What you should do
In the data that follows, count each line holding the string "dataclass"; answer with the number only.

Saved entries
"""``report``'s figures: per zone and day, the simulator's figures computed on recorded history.

The figures are those of the standard protocol (:mod:`roomloop.plant.figures`): control
accuracy after EN 15500 (CA = |CSD| + CV, CSD = mean(T) - S, CV = (max T - min T) / 2)
over each stretch of constant set point, once it has settled (the first ``SETTLE_S``
after a set-point change are left out, as the protocol leaves out its warm-up and
ramps, and the time until the temperature first reached the new set point: a slow floor's
free cool-down after a set-back or its slow warm-up is no steady-state error, but a raised
set point not reached within ``RECOVERY_S`` is scored from then (see :func:`_settled_at`);
stretches with less than ``MIN_STRETCH_S`` after that are not scored); the day's CA is the
worst stretch's. Cycles per hour, on-fraction, shortest complete on and off
runs and energy (``heater_w`` x on-time, when the zone has ``heater_w``) over the whole
day. Minutes in fail-safe, and minutes each input point was not ``ok``.

Durations are real time, not a count of ticks: a recorded history is not evenly spaced
(a command wakes a zone for an extra step, a tick changes, the service stops). Each
sample holds from its time until the next sample, but at most ``MAX_COVER_TICKS``
ticks (the tick: the median spacing), so a gap in the history (the service stopped,
ticks lost) is not counted as time in the state before it; the newest sample holds one
tick. A day's hours are the time its samples cover (a day with a gap reads less than
24 h), split at midnight (the sample before midnight holds into the next day); the mean
of T is weighted by that time.

One difference from the simulator: T is the zone temperature the controller saw (its
sensors), not a model's true room air, which the history cannot know.
"""

from __future__ import annotations

import datetime as dt
import itertools
import math
import statistics
from collections.abc import Sequence
from dataclasses import dataclass, field
from zoneinfo import ZoneInfo

from roomloop.history.store import ZoneHistory
from roomloop.units import delta_from_kelvin

SETTLE_S = 3600.0
RECOVERY_S = 6 * 3600.0
"""The longest a raised set point waits to count as settled: the standard protocol's own
recovery phase is 6 h (roomloop.plant.protocol); a room slower than that is scored."""
MIN_STRETCH_S = 3600.0
MAX_COVER_TICKS = 3
"""A sample holds at most this many ticks: a longer gap after it is not counted."""


@dataclass(frozen=True, slots=True)
class DayFigures:
    day: dt.date
    hours: float
    control_accuracy_k: float | None
    setpoint_deviation_k: float | None
    control_variation_k: float | None
    scored_hours: float
    cycles_per_hour: float
    on_fraction: float
    shortest_on_s: float | None
    shortest_off_s: float | None
    energy_kwh: float | None
    fail_safe_min: float
    fault_min: dict[str, float] = field(default_factory=dict)


def tick_of(history: ZoneHistory) -> float:
    """The zone's tick: the median spacing of its recorded times."""
    if len(history.time) < 2:
        return 10.0
    gaps = [b - a for a, b in zip(history.time, history.time[1:], strict=False) if b > a]
    return float(statistics.median(gaps)) if gaps else 10.0


def cover_s(history: ZoneHistory, tick_s: float) -> list[float]:
    """How long each sample held: until the next sample, at most ``MAX_COVER_TICKS`` ticks;
    the newest, one tick."""
    cap = MAX_COVER_TICKS * tick_s
    out = [max(0.0, min(b - a, cap)) for a, b in itertools.pairwise(history.time)]
    if history.time:
        out.append(tick_s)
    return out


def _days(history: ZoneHistory, tz: ZoneInfo) -> list[tuple[dt.date, int, int]]:
    """(local day, first index, end index) for each day the history touches."""
    out: list[tuple[dt.date, int, int]] = []
    start = 0
    current: dt.date | None = None
    for k, at in enumerate(history.time):
        day = dt.datetime.fromtimestamp(at, tz).date()
        if day != current:
            if current is not None:
                out.append((current, start, k))
            current, start = day, k
    if current is not None:
        out.append((current, start, len(history.time)))
    return out


def _day_bounds(day: dt.date, tz: ZoneInfo) -> tuple[float, float]:
    """The day's first and last instant (POSIX seconds; 23 or 25 h on a DST change)."""
    begin = dt.datetime.combine(day, dt.time(0), tzinfo=tz).timestamp()
    end = dt.datetime.combine(day + dt.timedelta(days=1), dt.time(0), tzinfo=tz).timestamp()
    return begin, end


def _stretches(setpoints: Sequence[float | None]) -> list[tuple[int, int]]:
    """Runs of a constant (known) set point: (first, end) indices."""
    out: list[tuple[int, int]] = []
    start = 0
    for k in range(1, len(setpoints) + 1):
        if k == len(setpoints) or setpoints[k] != setpoints[start]:
            if setpoints[start] is not None:
                out.append((start, k))
            start = k
    return out


def _shortest_runs(
    relay: Sequence[bool], cover: Sequence[float], first: int, end: int
) -> dict[bool, float | None]:
    """The shortest complete on and off run that starts in the day: from one switch to the
    next, both at samples of the day (or the next day's first), as long as its samples held."""
    switches = [
        k for k in range(max(first, 1), min(end + 1, len(relay))) if relay[k] != relay[k - 1]
    ]
    elapsed = [0.0, *itertools.accumulate(cover)]
    shortest: dict[bool, float | None] = {True: None, False: None}
    for a, b in itertools.pairwise(switches):
        length = elapsed[b] - elapsed[a]
        current = shortest[relay[a]]
        if current is None or length < current:
            shortest[relay[a]] = length
    return shortest


def _settled_at(history: ZoneHistory) -> list[float]:
    """Per sample, when its stretch of constant set point counts as settled: ``SETTLE_S``
    after the change, and not before the temperature first reached the new set point.
    A set-back never reached is never settled (a warm floor cooling freely is no control
    error); a raised set point counts as settled at the latest ``RECOVERY_S`` after the
    change, reached or not (a room that does not get warm in time is one)."""
    settled = [math.inf] * len(history.time)
    for first, end in _stretches(history.setpoint):
        at = history.time[first] + SETTLE_S
        setpoint = history.setpoint[first]
        before = history.setpoint[first - 1] if first > 0 else None
        if setpoint is not None and before is not None and before != setpoint:
            down = before > setpoint
            reached = next(
                (
                    history.time[k] for k in range(first, end)
                    if (t := history.temperature[k]) is not None
                    and (t <= setpoint if down else t >= setpoint)
                ),
                math.inf,
            )
            at = max(at, reached)
            if not down:
                at = min(at, history.time[first] + RECOVERY_S)
        for k in range(first, end):
            settled[k] = at
    return settled


def _accuracy(
    history: ZoneHistory,
    weight: dict[int, float],
    first: int,
    end: int,
    settled_at: Sequence[float],
) -> tuple[tuple[float, float, float] | None, float]:
    """The day's worst settled stretch (CA, CSD, CV) and the seconds scored."""
    worst: tuple[float, float, float] | None = None
    scored = 0.0
    for s_first, s_end in _stretches(history.setpoint[first:end]):
        settled = settled_at[first + s_first]
        ok: list[tuple[int, float]] = []  # (sample, T) of the settled part, not in fail-safe
        for k in range(first + s_first, first + s_end):
            temperature = history.temperature[k]
            if history.time[k] >= settled and temperature is not None and not history.fail_safe[k]:
                ok.append((k, temperature))
        held = math.fsum(weight[k] for k, _ in ok)
        if not ok or held < MIN_STRETCH_S:
            continue
        mean = math.fsum(weight[k] * t for k, t in ok) / held
        temps = [t for _, t in ok]
        setpoint = history.setpoint[ok[0][0]]
        assert setpoint is not None
        deviation = mean - setpoint
        variation = (max(temps) - min(temps)) / 2.0
        scored += held
        if worst is None or abs(deviation) + variation > worst[0]:
            worst = (abs(deviation) + variation, deviation, variation)
    return worst, scored


def day_figures(
    history: ZoneHistory, tz: ZoneInfo, *, heater_w: float | None
) -> list[DayFigures]:
    """The figures of each day of ``history`` (days in the site's time zone)."""
    cover = cover_s(history, tick_of(history))
    # set-point stretches over the whole history, so a change just before midnight still
    # counts as unsettled after it
    settled_at = _settled_at(history)
    out: list[DayFigures] = []
    for day, first, end in _days(history, tz):
        begin, finish = _day_bounds(day, tz)
        # the time each sample held within the day, the one before midnight included
        weight = {
            k: max(0.0, min(history.time[k] + cover[k], finish) - max(history.time[k], begin))
            for k in range(max(first - 1, 0), end)
        }
        held = math.fsum(weight.values())
        on_s = math.fsum(w for k, w in weight.items() if history.relay[k])
        switch_ons = sum(
            1 for k in range(max(first, 1), end) if history.relay[k] and not history.relay[k - 1]
        )
        runs = _shortest_runs(history.relay, cover, first, end)
        worst, scored = _accuracy(history, weight, first, end, settled_at)
        faults = {
            name: math.fsum(w for k, w in weight.items() if column[k][1] not in ("ok", "absent"))
            / 60.0
            for name, column in history.points.items()
        }
        out.append(
            DayFigures(
                day=day,
                hours=held / 3600.0,
                control_accuracy_k=None if worst is None else worst[0],
                setpoint_deviation_k=None if worst is None else worst[1],
                control_variation_k=None if worst is None else worst[2],
                scored_hours=scored / 3600.0,
                cycles_per_hour=switch_ons / (held / 3600.0) if held > 0 else 0.0,
                on_fraction=on_s / held if held > 0 else 0.0,
                shortest_on_s=runs[True],
                shortest_off_s=runs[False],
                energy_kwh=heater_w * on_s / 3.6e6 if heater_w else None,
                fail_safe_min=math.fsum(w for k, w in weight.items() if history.fail_safe[k])
                / 60.0,
                fault_min=faults,
            )
        )
    return out


def _k(value: float | None, fmt: str = "{:.2f}") -> str:
    return "-" if value is None else fmt.format(value)


def format_report(
    zone: str, heating: str, days: Sequence[DayFigures], *, units: str, tick_s: float
) -> str:
    """A readable table of one zone's days (differences in K, or F degrees on an F site)."""
    scale = delta_from_kelvin(1.0, units)
    unit = "F" if units == "F" else "K"

    def d(value: float | None, fmt: str = "{:.2f}") -> str:
        return _k(None if value is None else value * scale, fmt)

    lines = [
        f"zone {zone} ({heating}), tick {tick_s:.0f} s; T is the zone's measured temperature",
        f"{'day':<10} {'hours':>5} {'CA ' + unit:>6} {'CSD ' + unit:>6} {'CV ' + unit:>6} "
        f"{'cyc/h':>5} {'on %':>5} {'min on s':>8} {'min off s':>9} {'kWh':>6} {'fail-safe':>9}  "
        "point faults (min)",
    ]
    for f in days:
        faults = ", ".join(f"{name} {minutes:.0f}" for name, minutes in f.fault_min.items())
        lines.append(
            f"{f.day.isoformat():<10} {f.hours:>5.1f} {d(f.control_accuracy_k):>6} "
            f"{d(f.setpoint_deviation_k, '{:+.2f}'):>6} {d(f.control_variation_k):>6} "
            f"{f.cycles_per_hour:>5.1f} {100 * f.on_fraction:>5.0f} "
            f"{_k(f.shortest_on_s, '{:.0f}'):>8} {_k(f.shortest_off_s, '{:.0f}'):>9} "
            f"{_k(f.energy_kwh):>6} {f.fail_safe_min:>7.0f} m  {faults or '-'}"
        )
    lines.append(
        "CA = |CSD| + CV (EN 15500), worst settled stretch of constant set point "
        f"(the first {SETTLE_S / 60:.0f} min after a change left out, and the time until T "
        f"first reached the new set point, at most {RECOVERY_S / 3600:.0f} h after a rise)"
    )
    lines.append(
        "hours: the time the samples cover (each holds until the next, at most "
        f"{MAX_COVER_TICKS} ticks: a longer gap, the service stopped, is not counted)"
    )
    if any(f.energy_kwh is None for f in days):
        lines.append("kWh: - where the zone has no heater_w (give it the heater's power)")
    return "\n".join(lines)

Your solution
2